Security Incidents mailing list archives
Re: source port 321
From: bugtraq () NETWORKICE COM (Robert Graham)
Date: Fri, 28 Jan 2000 15:50:13 -0800
The most likely cause for people probing a non-existent machine is because it exists in a DNS zone somewhere. (I've always put non-existent machines in my zones as a sort of honeypot for this purpose). This machine may have been from a zone transfer, or it could be setup as the mx (mail transfer) record for a zone. 321 looks suspiciously like a "spur-of-the-moment" port number like 123, 12345, 44444, 4321, etc. My advice is to setup a honeypot system. Grab an old 486 and the newest RedHat distro, install EVERYTHING, then go into /etc/inetd.conf and enable all the services. This will give a system that will respond like a christmas tree to port scans, and which will encourage further exloitation to figure out what the hacker is up to (but the newest version should be relatively immune to script kiddies).
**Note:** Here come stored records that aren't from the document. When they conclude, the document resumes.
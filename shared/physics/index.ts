/**
 * The public API of Rhomb's numeric core. Pure functions over plain JSON-serialisable data;
 * conventions in the physics contract (photon A first, basis HH, HV, VH, VV, R = H + iV by
 * default). See DEVELOPERS.md, "Numeric core (shared/physics)".
 */
export { ENGINE_VERSION } from "./version";
export type {
  ArmAngles, ArmCalibration, BellName, CountsRow, DensityMatrix, Handedness, Letter, Method, PlateCalibration, Port,
  SetupConventions, StateVector, Target,
} from "./types";
export { EngineInputError, type EngineErrorCode } from "./errors";

// States and the measurement model
export { BELL_NAMES, BELL_STATES, DEFAULT_HANDEDNESS, LETTERS, ORTHOGONAL, labelState, letterState, parseLabel } from "./states";
export { analyserState, armJones } from "./waveplates";
export { anglesForLetter, anglesForState, type AnalyserAngles } from "./analyserAngles";
export {
  MAX_PHOTONS, STANDARD_SET_IDS, settingSheet, standardSet,
  type MeasurementSet, type SettingGroup, type SettingSheet, type SheetSetting, type StandardSetId,
} from "./settings";
export { prepareCounts, type CorrectionOptions, type PreparedCounts } from "./corrections";

// Reconstruction
export {
  basisLabels, describe, prepareProblem, reconstruct, solveProblem,
  type PreparedProblem, type Reconstruction, type ReconstructInput, type ReconstructOptions,
} from "./reconstruct";
export { MLE_TOLERANCE } from "./maximumLikelihood";
export { RANK_TOLERANCE } from "./linearInversion";
export { PHYSICAL_TOLERANCE } from "./tolerances";

// Figures of merit
export { figuresOfMerit, chshFromRho, type FiguresOfMerit } from "./figuresOfMerit";
export { fidelityToTarget, phaseOptimisedFidelity, pureStateFidelity, uhlmannFidelity, type PhaseOptimisedFidelity } from "./fidelity";
export { chshMaximum, concurrence, negativity, partialTranspose } from "./entanglement";
export { STANDARD_BELL_ANGLES, type BellAngles } from "./bell/angles";

// Uncertainty and simulation
export {
  DEFAULT_SAMPLES, MAX_SAMPLES, METRIC_NAMES, monteCarlo, monteCarloBlock, resolveSamples, summariseMonteCarlo,
  type MetricName, type MonteCarloOptions, type MonteCarloResult, type SampleBlock,
} from "./monteCarlo";
export { simulateCounts, type SimulationOptions } from "./simulateCounts";
export { poisson, randomStream } from "./random";
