/**
 * The inverse of the analyser model: which (QWP, HWP) angles make an arm analyse a given
 * state, honouring the plates' calibrations. Feeds the printable setting sheet.
 *
 * Method (our choice; the contract only fixes the forward model): scan q, h ∈ [0°, 180°)
 * on a 7.5° grid (which contains the ideal solutions 0°, ±22.5°, ±45°), refine every grid
 * local minimum of the infidelity 1 − |⟨target|a(q, h)⟩|² by damped Newton steps, and keep
 * the best. Among equally good solutions (infidelity within 1e-10) we prefer the smallest
 * |q| + |h| with angles written in (−90°, 90°], then non-negative q, then non-negative h, so
 * ideal plates give the familiar values (H: 0°, 0°; V: 0°, 45°; D: 45°, 22.5°; …).
 * With retardance errors some states cannot be reached exactly; `fidelity` says how close
 * the returned angles come.
 */
import type { ArmCalibration, Letter, Handedness } from "./types";
import type { CVector } from "./linalg/complexMatrix";
import { analyserState, overlap2 } from "./waveplates";
import { letterState } from "./states";

export interface AnalyserAngles {
  qwpDeg: number;
  hwpDeg: number;
  /** |⟨target|analysed⟩|² reached with these angles (1 for an exact solution). */
  fidelity: number;
}

const GRID_STEP = 7.5;
const GRID = 180 / GRID_STEP;
const TIE = 1e-10;

export function anglesForState(target: CVector, calibration: ArmCalibration = {}): AnalyserAngles {
  const infidelity = (q: number, h: number) =>
    1 - overlap2(target, analyserState({ qwpDeg: q, hwpDeg: h }, calibration));
  const grid = new Float64Array(GRID * GRID);
  for (let i = 0; i < GRID; i++) for (let j = 0; j < GRID; j++) grid[i * GRID + j] = infidelity(i * GRID_STEP, j * GRID_STEP);

  const candidates: AnalyserAngles[] = [];
  for (let i = 0; i < GRID; i++) {
    for (let j = 0; j < GRID; j++) {
      if (!isLocalMinimum(grid, i, j)) continue;
      const [q, h] = refine(infidelity, i * GRID_STEP, j * GRID_STEP);
      candidates.push({ qwpDeg: wrapAngle(q), hwpDeg: wrapAngle(h), fidelity: 1 - infidelity(q, h) });
    }
  }
  const best = Math.max(...candidates.map((c) => c.fidelity));
  const good = candidates.filter((c) => c.fidelity >= best - TIE);
  good.sort(preferNiceAngles);
  const chosen = good[0];
  return { qwpDeg: tidy(chosen.qwpDeg), hwpDeg: tidy(chosen.hwpDeg), fidelity: Math.min(1, chosen.fidelity) };
}

export function anglesForLetter(letter: Letter, handedness: Handedness, calibration: ArmCalibration = {}): AnalyserAngles {
  return anglesForState(letterState(letter, handedness), calibration);
}

function isLocalMinimum(grid: Float64Array, i: number, j: number): boolean {
  const v = grid[i * GRID + j];
  for (let di = -1; di <= 1; di++) {
    for (let dj = -1; dj <= 1; dj++) {
      if (di === 0 && dj === 0) continue;
      const ni = (i + di + GRID) % GRID;
      const nj = (j + dj + GRID) % GRID;
      if (grid[ni * GRID + nj] < v) return false;
    }
  }
  return true;
}

/** Damped Newton on f(q, h) with central-difference derivatives (angles in degrees). */
function refine(f: (q: number, h: number) => number, q0: number, h0: number): [number, number] {
  let q = q0;
  let h = h0;
  let fq = f(q, h);
  let damping = 1e-3;
  const e = 1e-3;
  for (let iter = 0; iter < 60 && fq > 0; iter++) {
    const gq = (f(q + e, h) - f(q - e, h)) / (2 * e);
    const gh = (f(q, h + e) - f(q, h - e)) / (2 * e);
    const hqq = (f(q + e, h) - 2 * fq + f(q - e, h)) / (e * e);
    const hhh = (f(q, h + e) - 2 * fq + f(q, h - e)) / (e * e);
    const hqh = (f(q + e, h + e) - f(q + e, h - e) - f(q - e, h + e) + f(q - e, h - e)) / (4 * e * e);
    let improved = false;
    for (let attempt = 0; attempt < 20 && !improved; attempt++) {
      const a = hqq + damping;
      const d = hhh + damping;
      const det = a * d - hqh * hqh;
      if (det > 0) {
        const sq = -(d * gq - hqh * gh) / det;
        const sh = -(a * gh - hqh * gq) / det;
        const fn = f(q + sq, h + sh);
        if (fn < fq) {
          q += sq;
          h += sh;
          fq = fn;
          damping = Math.max(damping / 10, 1e-12);
          improved = true;
          continue;
        }
      }
      damping *= 10;
    }
    if (!improved) break;
  }
  return [q, h];
}

/** Writes an angle (period 180°) into (−90°, 90°]. */
export function wrapAngle(deg: number): number {
  let a = ((deg % 180) + 180) % 180;
  if (a > 90) a -= 180;
  return a;
}

/** Removes rounding noise such as 22.499999999999996 → 22.5 (keeps 1e-9° resolution). */
function tidy(deg: number): number {
  const r = Math.round(deg * 1e9) / 1e9;
  return r === 0 ? 0 : r;
}

function preferNiceAngles(a: AnalyserAngles, b: AnalyserAngles): number {
  const cost = (x: AnalyserAngles) => Math.abs(x.qwpDeg) + Math.abs(x.hwpDeg);
  const dc = cost(a) - cost(b);
  if (Math.abs(dc) > 1e-6) return dc;
  if ((a.qwpDeg >= 0) !== (b.qwpDeg >= 0)) return a.qwpDeg >= 0 ? -1 : 1;
  if ((a.hwpDeg >= 0) !== (b.hwpDeg >= 0)) return a.hwpDeg >= 0 ? -1 : 1;
  return 0;
}
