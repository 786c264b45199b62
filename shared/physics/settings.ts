/**
 * Standard measurement sets and the printable setting sheet (physics contract §1–2).
 *
 * - tomo16: the 16 settings of James, Kwiat, Munro, White, Phys. Rev. A 64, 052312 (2001),
 *   in their order.
 * - tomo36: all 36 pairs of the six eigenstates (overcomplete), photon A's letter slowest.
 * - pairs9: the 9 basis pairs of the two-detector scheme; each setting gives 4 outcomes
 *   (transmitted/reflected port of each arm) — the same 36 projectors as tomo36.
 * - qubit4 / qubit6: one photon, {H, V, D, R} (James et al. 2001, §III) or all six.
 * - product4 / product6 / bases3: the same constructions for n = 1 … 4 photons (4ⁿ, 6ⁿ, 3ⁿ·2ⁿ).
 */
import type { ArmCalibration, Handedness, Letter, SetupConventions } from "./types";
import { DEFAULT_HANDEDNESS } from "./states";
import { anglesForLetter, type AnalyserAngles } from "./analyserAngles";

export type StandardSetId = "tomo16" | "tomo36" | "pairs9" | "qubit4" | "qubit6" | "product4" | "product6" | "bases3";

export const STANDARD_SET_IDS: readonly StandardSetId[] = ["tomo16", "tomo36", "pairs9", "qubit4", "qubit6", "product4", "product6", "bases3"];

export const MAX_PHOTONS = 4;

/** One waveplate setting of the sheet and the outcome labels counted at it. */
export interface SettingGroup {
  /** The setting's name: a label ("HV") or, for two-detector sets, the bases ("ZX"). */
  name: string;
  /** Labels counted at this setting, in the order of the counts-entry grid. */
  outcomes: string[];
}

export interface MeasurementSet {
  id: StandardSetId;
  photons: number;
  /** Every row label, in measurement order. */
  labels: string[];
  groups: SettingGroup[];
  /** True when both PBS ports of every arm are counted (two-detector scheme). */
  bothPorts: boolean;
}

const JAMES16 = ["HH", "HV", "VV", "VH", "RH", "RV", "DV", "DH", "DR", "DD", "RD", "HD", "VD", "VL", "HL", "RL"];
const SIX: Letter[] = ["H", "V", "D", "A", "R", "L"];
const FOUR: Letter[] = ["H", "V", "D", "R"];
/** Bases of the two-detector scheme: name, transmitted letter, reflected letter. */
const BASES: [string, Letter, Letter][] = [["Z", "H", "V"], ["X", "D", "A"], ["Y", "R", "L"]];

export function standardSet(id: StandardSetId, photons?: number): MeasurementSet {
  const fixed: Partial<Record<StandardSetId, number>> = { tomo16: 2, tomo36: 2, pairs9: 2, qubit4: 1, qubit6: 1 };
  const n = fixed[id] ?? photons ?? 2;
  if (fixed[id] !== undefined && photons !== undefined && photons !== fixed[id]) {
    throw new Error(`the set "${id}" is for ${fixed[id]} photon(s), not ${photons}`);
  }
  if (!Number.isInteger(n) || n < 1 || n > MAX_PHOTONS) throw new Error(`photons must be 1 … ${MAX_PHOTONS}, got ${n}`);
  switch (id) {
    case "tomo16":
      return singleDetector(id, n, JAMES16);
    case "tomo36":
    case "qubit6":
    case "product6":
      return singleDetector(id, n, cartesian(SIX, n));
    case "qubit4":
    case "product4":
      return singleDetector(id, n, cartesian(FOUR, n));
    case "pairs9":
    case "bases3":
      return twoDetector(id, n);
  }
}

function singleDetector(id: StandardSetId, photons: number, labels: string[]): MeasurementSet {
  return { id, photons, labels, groups: labels.map((l) => ({ name: l, outcomes: [l] })), bothPorts: false };
}

function twoDetector(id: StandardSetId, photons: number): MeasurementSet {
  const groups: SettingGroup[] = cartesianIndices(3, photons).map((bases) => ({
    name: bases.map((b) => BASES[b][0]).join(""),
    outcomes: cartesianIndices(2, photons).map((ports) => bases.map((b, i) => BASES[b][1 + ports[i]]).join("")),
  }));
  return { id, photons, labels: groups.flatMap((g) => g.outcomes), groups, bothPorts: true };
}

function cartesian(letters: Letter[], n: number): string[] {
  return cartesianIndices(letters.length, n).map((ix) => ix.map((i) => letters[i]).join(""));
}

function cartesianIndices(base: number, n: number): number[][] {
  const out: number[][] = [];
  for (let k = 0; k < base ** n; k++) {
    const digits: number[] = [];
    for (let i = n - 1, r = k; i >= 0; i--, r = Math.floor(r / base)) digits[i] = r % base;
    out.push(digits);
  }
  return out;
}

/** The letter whose setting is turned to measure `letter`: itself, or its basis partner at the transmitted port. */
export function transmittedLetter(letter: Letter, bothPorts: boolean): { letter: Letter; reflected: boolean } {
  if (!bothPorts) return { letter, reflected: false };
  const basis = BASES.find((b) => b[1] === letter || b[2] === letter)!;
  return { letter: basis[1], reflected: basis[2] === letter };
}

export interface SheetArm extends AnalyserAngles {
  /** What this arm's transmitted port analyses at this setting. */
  analyses: Letter;
}

export interface SheetSetting {
  index: number;
  name: string;
  outcomes: string[];
  arms: SheetArm[];
}

export interface SettingSheet {
  id: StandardSetId;
  photons: number;
  handedness: Handedness;
  bothPorts: boolean;
  settings: SheetSetting[];
}

/**
 * (QWP, HWP) angles to turn for every setting of a standard set, computed from the analyser
 * model with the given handedness and per-arm calibrations (see analyserAngles.ts).
 */
export function settingSheet(id: StandardSetId, photons?: number, conventions: SetupConventions = {}): SettingSheet {
  const set = standardSet(id, photons);
  const handedness = conventions.handedness ?? DEFAULT_HANDEDNESS;
  const perArm = Array.from({ length: set.photons }, (_, arm) => angleTable(handedness, conventions.calibration?.[arm]));
  const settings = set.groups.map((g, index) => {
    const letters = g.outcomes[0].split("") as Letter[];
    return {
      index,
      name: g.name,
      outcomes: g.outcomes,
      arms: letters.map((l, arm) => ({ analyses: l, ...perArm[arm].get(l)! })),
    };
  });
  return { id, photons: set.photons, handedness, bothPorts: set.bothPorts, settings };
}

/** Angles for each of the six letters in one arm. */
export function angleTable(handedness: Handedness, calibration: ArmCalibration = {}): Map<Letter, AnalyserAngles> {
  return new Map(SIX.map((l) => [l, anglesForLetter(l, handedness, calibration)]));
}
Running TCPDUMP on the system or some other sniffer would keep a nice record of what people are doing. Running an intrusion detection system would also be nice. Robert Graham Disclaimer: I have no clue either; the above is just my musings on the topic. Disclaimer: My answer is always "grab" a sniffer or "use an IDS" :-) http://www.robertgraham.com/pubs/sniffing-faq.html http://www.robertgraham.com/pubs/network-intrusion-detection.html -----Original Message----- From: Incidents Mailing List [mailto:INCIDENTS () securityfocus com]On Behalf Of T.Esting Sent: Friday, January 28, 2000 9:09 AM To: INCIDENTS () securityfocus com Subject: source port 321 I've been tracking a weird port scan for a few months now. It's not terribly fast, and it's almost always pointed at one nonexistent machine on a public subnet for which I'm responsible. The fact that the machine doesn't exist and has been a target for several months is strange enough, in and of itself. The fact that the number of distinct machines probing the same nonexistent address is large and growing is stranger. Add that to the fact that the source port for the probes is, more often than not, 321 and I think something pretty fishy is going on. However, I have yet to find any reference to attack tools, distributed or not, that have that particular port as a signature. Has anyone run into this in the past that can shed some light? TIA. _______________________________________________________ Get 100% FREE Internet Access powered by Excite Visit http://freeworld.excite.com
Current thread:
- Re: Probes to tcp 2766 ('System V Listner') Robert G. Ferrell (Jan 27)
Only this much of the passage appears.